From the above one would surmise they have discovered how to create a utopia as the release brags about the upcoming Stellantis–LGES battery plant as well as a recent announcement about Volkswagen’s planned first overseas gigafactory.

No mention is made as to how much “provincial or federal” taxpayer funds are being thrown at either factory.

The Federal government let it slip they are throwing $500 million at the battery plant but neither the provincial or federal government has disclosed what they are contributing to obtain the Volkswagen gigafactory but we should suspect it is well over $1 billion.

Coincidental or Collusion?

The provincial announcement was alluded to in the provincial budget (record spending plans) but few details were provided in its release on March 23, 2023 as to the specifics now contained in the recent press release about the CEC Registry.

It appears the province was waiting for the blessing of nuclear as “clean” by the Trudeau led government perhaps due to its predominant supply of electricity in the province?

According to IESO’s Year in Review for 2022, Ontario’s nuclear plants generated 58.2 percent of grid connected generation (78.8 TWh terawatt hours]) or 78,800 GWh (gigawatt hours).

If one accepts the IEA (International Energy Agency) claim each GWh of nuclear ‘displaces’ 5.9 MT of CO2 of coal generated electricity; in 2022 the 78.8 TWh of nuclear generated electricity in Ontario would have displaced 464.9 MT!

As of April 1st here in Canada the tax levied per tonne of emissions will be $65/tonne so the 464.9 MT would represent a value of $30.2 billion if there are willing buyers at that price!

We should seriously doubt the province will be lucky to generate $160 million from their sale which would be about $2/tonne so won’t go very far in either creating jobs or keeping costs down in an Ontario budget of over $200 billion for the upcoming year.

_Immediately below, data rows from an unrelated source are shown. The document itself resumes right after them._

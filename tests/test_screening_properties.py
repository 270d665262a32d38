"""Property tests: a worse part or a harder duty never turns a failure into a pass.

Parts are random arrays fed straight to each role's rules (no database), against the real
boost model of a fixed invented spec.
"""

from __future__ import annotations

from dataclasses import replace

import numpy as np
from hypothesis import given, settings
from hypothesis import strategies as st

from partpick.design.spec import load_spec
from partpick.design.topologies import get_topology
from partpick.screening.checks import FAIL, limit_rule, thermal_rule, use_rule
from partpick.screening.pick import ROLE_RULES, classify, with_core_data
from partpick.screening.profiles import load_profile

SPEC = load_spec(
    None,
    {
        "vin_min": "6 V",
        "vin_max": "9 V",
        "vout": "18 V",
        "iout": "1 A",
        "fsw": "200 kHz",
        "vout_ripple": "100 mV",
        "vin_ripple": "50 mV",
        "ambient_max": 50,
    },
)
PROFILE = load_profile("standard")
FAILED = 2

# field -> (low, high) of plausible values; NaN is drawn too (a missing figure)
RANGES = {
    "inductance_h": (5e-6, 60e-6),
    "tolerance": (0.0, 0.3),
    "isat_a": (1.0, 8.0),
    "irms_a": (1.0, 8.0),
    "dcr_ohm": (1e-3, 0.1),
    "srf_hz": (1e6, 1e8),
    "capacitance_f": (1e-6, 200e-6),
    "voltage_v": (6.3, 100.0),
    "esr_ohm": (1e-3, 0.3),
    "ripple_a": (0.1, 4.0),
    "temp_max_degc": (40.0, 150.0),
    "vrrm_v": (10.0, 100.0),
    "if_avg_a": (0.5, 5.0),
    "vf_v": (0.3, 1.2),
    "qrr_c": (0.0, 100e-9),
    "tj_max_degc": (100.0, 175.0),
    "theta_ja_degc_w": (10.0, 200.0),
    "vds_v": (10.0, 100.0),
    "id_a": (1.0, 30.0),
    "rds_on_ohm": (2e-3, 0.2),
    "qgd_c": (1e-9, 30e-9),
    "coss_f": (50e-12, 1e-9),
}
ENUMS = {
    "dielectric": (None, "c0g", "x7r", "x5r", "y5v", "al-polymer", "al-electrolytic", "film"),
    "lifecycle": (None, "active", "nrnd", "obsolete"),
    "diode_type": (None, "schottky", "fast", "standard", "sic"),
    "channel": (None, "n", "p"),
}
# a datasheet DC-bias point ties C to an absolute voltage, not to the rating: its own
# properties are in tests/test_dc_bias.py, so these draws leave it out
NOT_DRAWN = ("capacitance_at_bias_f", "bias_v")
# ratings: lower is worse. loss-raising part figures: higher is worse.
RATINGS = {
    "inductor": ("isat_a", "irms_a", "srf_hz"),
    "output-cap": ("capacitance_f", "voltage_v", "ripple_a", "temp_max_degc"),
    "input-cap": ("capacitance_f", "voltage_v", "ripple_a", "temp_max_degc"),
    "diode": ("vrrm_v", "if_avg_a", "tj_max_degc"),
    "switch": ("vds_v", "id_a", "tj_max_degc"),
}
STRESSORS = {
    "inductor": (),
    "output-cap": ("esr_ohm",),
    "input-cap": ("esr_ohm",),
    "diode": ("vf_v", "qrr_c", "theta_ja_degc_w"),
    "switch": ("rds_on_ohm", "qgd_c", "coss_f", "theta_ja_degc_w"),
}


@st.composite
def catalogs(draw, role: str):
    """Draw columns for 1..12 parts of the role's kind."""
    n = draw(st.integers(1, 12))
    columns: dict[str, np.ndarray] = {
        "mpn": np.array([f"INV-{i:03d}" for i in range(n)], dtype=object),
        "manufacturer": np.array(["Quillmark Magnetics"] * n, dtype=object),
        "unit_price": np.ones(n),
        "length_mm": np.full(n, 5.0),
        "width_mm": np.full(n, 5.0),
    }
    for name in ROLE_RULES[role].fields:
        if name in NOT_DRAWN:
            columns[name] = np.full(n, np.nan)
        elif name in ENUMS:
            values = draw(st.lists(st.sampled_from(ENUMS[name]), min_size=n, max_size=n))
            columns[name] = np.array(values, dtype=object)
        else:
            low, high = RANGES[name]
            number = st.one_of(st.floats(low, high), st.just(float("nan")))
            columns[name] = np.array(draw(st.lists(number, min_size=n, max_size=n)))
    return columns


def outcome_codes(role: str, columns, spec=SPEC) -> np.ndarray:
    rules = ROLE_RULES[role]
    topology = get_topology(spec.topology)
    envelope = topology.envelope(spec)
    screen = rules.screen(columns, spec, envelope, topology, PROFILE, 4)
    return classify(with_core_data(screen, rules.core))


def _changed(columns, names, factor: float):
    out = dict(columns)
    for name in names:
        out[name] = columns[name] * factor
    return out


def _never_unfails(before: np.ndarray, after: np.ndarray) -> None:
    # a failed part stays failed; nothing that failed may be passed or unverified now
    assert np.all(after[before == FAILED] == FAILED)


def _role_case(role: str):
    return st.tuples(catalogs(role), st.floats(0.3, 1.0), st.sampled_from(RATINGS[role]))


@settings(max_examples=40, deadline=None)
@given(data=st.data(), role=st.sampled_from(sorted(RATINGS)))
def test_lowering_a_rating_never_turns_a_failure_into_a_pass(data, role):
    columns, factor, rating = data.draw(_role_case(role))
    before = outcome_codes(role, columns)
    after = outcome_codes(role, _changed(columns, (rating,), factor))
    _never_unfails(before, after)


@settings(max_examples=40, deadline=None)
@given(data=st.data(), role=st.sampled_from(["output-cap", "input-cap", "diode", "switch"]))
def test_raising_a_part_stress_never_turns_a_failure_into_a_pass(data, role):
    columns = data.draw(catalogs(role))
    factor = data.draw(st.floats(1.0, 3.0))
    stressor = data.draw(st.sampled_from(STRESSORS[role]))
    before = outcome_codes(role, columns)
    after = outcome_codes(role, _changed(columns, (stressor,), factor))
    _never_unfails(before, after)


@settings(max_examples=30, deadline=None)
@given(data=st.data(), role=st.sampled_from(sorted(RATINGS)))
def test_a_hotter_ambient_never_turns_a_failure_into_a_pass(data, role):
    columns = data.draw(catalogs(role))
    rise = data.draw(st.floats(0.0, 60.0))
    hot_spec = replace(SPEC, ambient_max_degc=50.0 + rise)
    _never_unfails(outcome_codes(role, columns), outcome_codes(role, columns, hot_spec))


finite = st.floats(0.01, 1e3)


@settings(max_examples=200, deadline=None)
@given(stress=finite, rating=finite, use=st.floats(0.1, 1.0), down=st.floats(0.01, 1.0))
def test_use_rule_monotone(stress, rating, use, down):
    def status(s, r):
        return use_rule("x", "A", np.array([s]), np.array([r]), use).status[0]

    if status(stress, rating) == FAIL:
        assert status(stress, rating * down) == FAIL  # a lower rating
        assert status(stress / down, rating) == FAIL  # a higher stress


@settings(max_examples=200, deadline=None)
@given(stress=finite, limit=finite, up=st.floats(1.0, 100.0))
def test_limit_rule_monotone(stress, limit, up):
    def status(s, lim):
        return limit_rule("x", "V", np.array([s]), np.array([lim]), 1).status[0]

    if status(stress, limit) == FAIL:
        assert status(stress * up, limit) == FAIL
        assert status(stress, limit / up) == FAIL


@settings(max_examples=200, deadline=None)
@given(
    rise=st.floats(0.0, 200.0),
    tj_max=st.floats(80.0, 200.0),
    margin=st.floats(0.0, 50.0),
    more=st.floats(0.0, 100.0),
)
def test_thermal_rule_monotone(rise, tj_max, margin, more):
    def status(r, tmax):
        return thermal_rule(
            "thermal", np.array([50.0 + r]), np.array([tmax]), np.array([tmax - margin]), 50.0
        ).status[0]

    if status(rise, tj_max) == FAIL:
        assert status(rise + more, tj_max) == FAIL
        assert status(rise, tj_max - more) == FAIL
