"""After an upsert import the snapshot is patched, not rebuilt, and equals a full rebuild."""

from __future__ import annotations

from pathlib import Path

import numpy as np
import pytest

from partpick.catalog import columns
from partpick.catalog.columns import read_columns
from partpick.catalog.importer import import_catalog
from partpick.catalog.location import resolve_db_url, snapshot_file

SMALL = Path(__file__).parent / "data" / "catalog" / "inductors_small.csv"


def _edited_copy(folder: Path) -> Path:
    """Return the small catalog with one part's Isat changed, one missing value and a new part."""
    lines = SMALL.read_text(encoding="utf-8").splitlines()
    lines[1] = lines[1].replace("9.5 A", "9.1 A")  # QM-1R0-0630 changes in place
    lines[2] = lines[2].replace("16 mOhm", "")  # QM-2R2-0630 loses its DCR
    new = lines[3].replace("QM-4R7-0630", "QM-4R7-0631").replace("32 mOhm", "30 mOhm")
    edited = folder / "edited.csv"
    edited.write_text("\n".join([*lines, new]) + "\n", encoding="utf-8")
    return edited


def _members(file: Path) -> dict[str, np.ndarray]:
    with np.load(file, allow_pickle=False) as archive:
        return {name: archive[name] for name in archive.files}


def test_patched_snapshot_equals_a_rebuild(tmp_path, monkeypatch):
    db = str(tmp_path / "c.db")
    import_catalog(db, [SMALL], "inductor")
    edited = _edited_copy(tmp_path)

    def no_rebuild(*_args, **_kwargs):
        raise AssertionError("the snapshot was rebuilt from the table")

    with monkeypatch.context() as patched:
        patched.setattr(columns, "write_snapshot", no_rebuild)
        (report,) = import_catalog(db, [edited], "inductor")
    assert (report.added, report.updated) == (1, 2)
    file = snapshot_file(tmp_path / "c.db", "inductor")
    patched_members = _members(file)
    columns.write_snapshot(resolve_db_url(db), "inductor")  # the full rebuild, same file
    rebuilt = _members(file)
    assert sorted(patched_members) == sorted(rebuilt)
    for name, array in rebuilt.items():
        np.testing.assert_array_equal(patched_members[name], array, err_msg=name)
    parts = read_columns(db, "inductor", ["isat_a", "dcr_ohm"])
    at = {mpn: i for i, mpn in enumerate(parts["mpn"].tolist())}
    assert parts["isat_a"][at["QM-1R0-0630"]] == pytest.approx(9.1)  # the edited figure, in A
    assert np.isnan(parts["dcr_ohm"][at["QM-2R2-0630"]])
    assert parts["dcr_ohm"][at["QM-4R7-0631"]] == pytest.approx(0.030)  # 30 mOhm, in ohm


def test_without_the_previous_snapshot_it_is_rebuilt(tmp_path):
    db = str(tmp_path / "c.db")
    import_catalog(db, [SMALL], "inductor")
    snapshot_file(tmp_path / "c.db", "inductor").unlink()
    import_catalog(db, [_edited_copy(tmp_path)], "inductor")
    parts = read_columns(db, "inductor", ["isat_a"])
    assert len(parts["mpn"]) == 7  # six parts of the small catalog and the new one
    assert "QM-4R7-0631" in parts["mpn"].tolist()


def test_only_new_parts_are_appended_as_a_rebuild_would(tmp_path, monkeypatch):
    db = str(tmp_path / "c.db")
    import_catalog(db, [SMALL], "inductor")
    lines = SMALL.read_text(encoding="utf-8").splitlines()
    added = tmp_path / "added.csv"
    added.write_text(
        "\n".join([lines[0], lines[1].replace("QM-1R0-0630", "QM-1R0-0631")]) + "\n",
        encoding="utf-8",
    )
    with monkeypatch.context() as patched:
        patched.setattr(columns, "write_snapshot", _refuse_rebuild)
        (report,) = import_catalog(db, [added], "inductor")
    assert (report.added, report.updated) == (1, 0)
    file = snapshot_file(tmp_path / "c.db", "inductor")
    appended = _members(file)
    columns.write_snapshot(resolve_db_url(db), "inductor")
    for name, array in _members(file).items():
        np.testing.assert_array_equal(appended[name], array, err_msg=name)


def _refuse_rebuild(*_args, **_kwargs):
    raise AssertionError("the snapshot was rebuilt from the table")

Interestingly the Provincial budget projected the “Electricity Cost-Relief Program” would increase by over $500 Million ($5,946 million to 6,516.8 million) suggesting either; costs are anticipated to increase by 10 percent or there is little faith in the CEC generating much additional revenue.

What was missed?

Ignored in the concept proposed in the Registry creation is the fact that Ontario’s electricity sector is already 90 percent plus emissions free so purchasing those CEC will not be top of mind for many Ontario based companies.

Suggested Conclusion

Perhaps Ontario should attempt to sell the CEC to China or India where coal generation plays a major role in keeping their energy costs low and their manufacturing base humming, whereas our Federal Government seems determined to undermine our manufacturing and ‘fossil fuel’-based economies and turn Canada into Canezuela!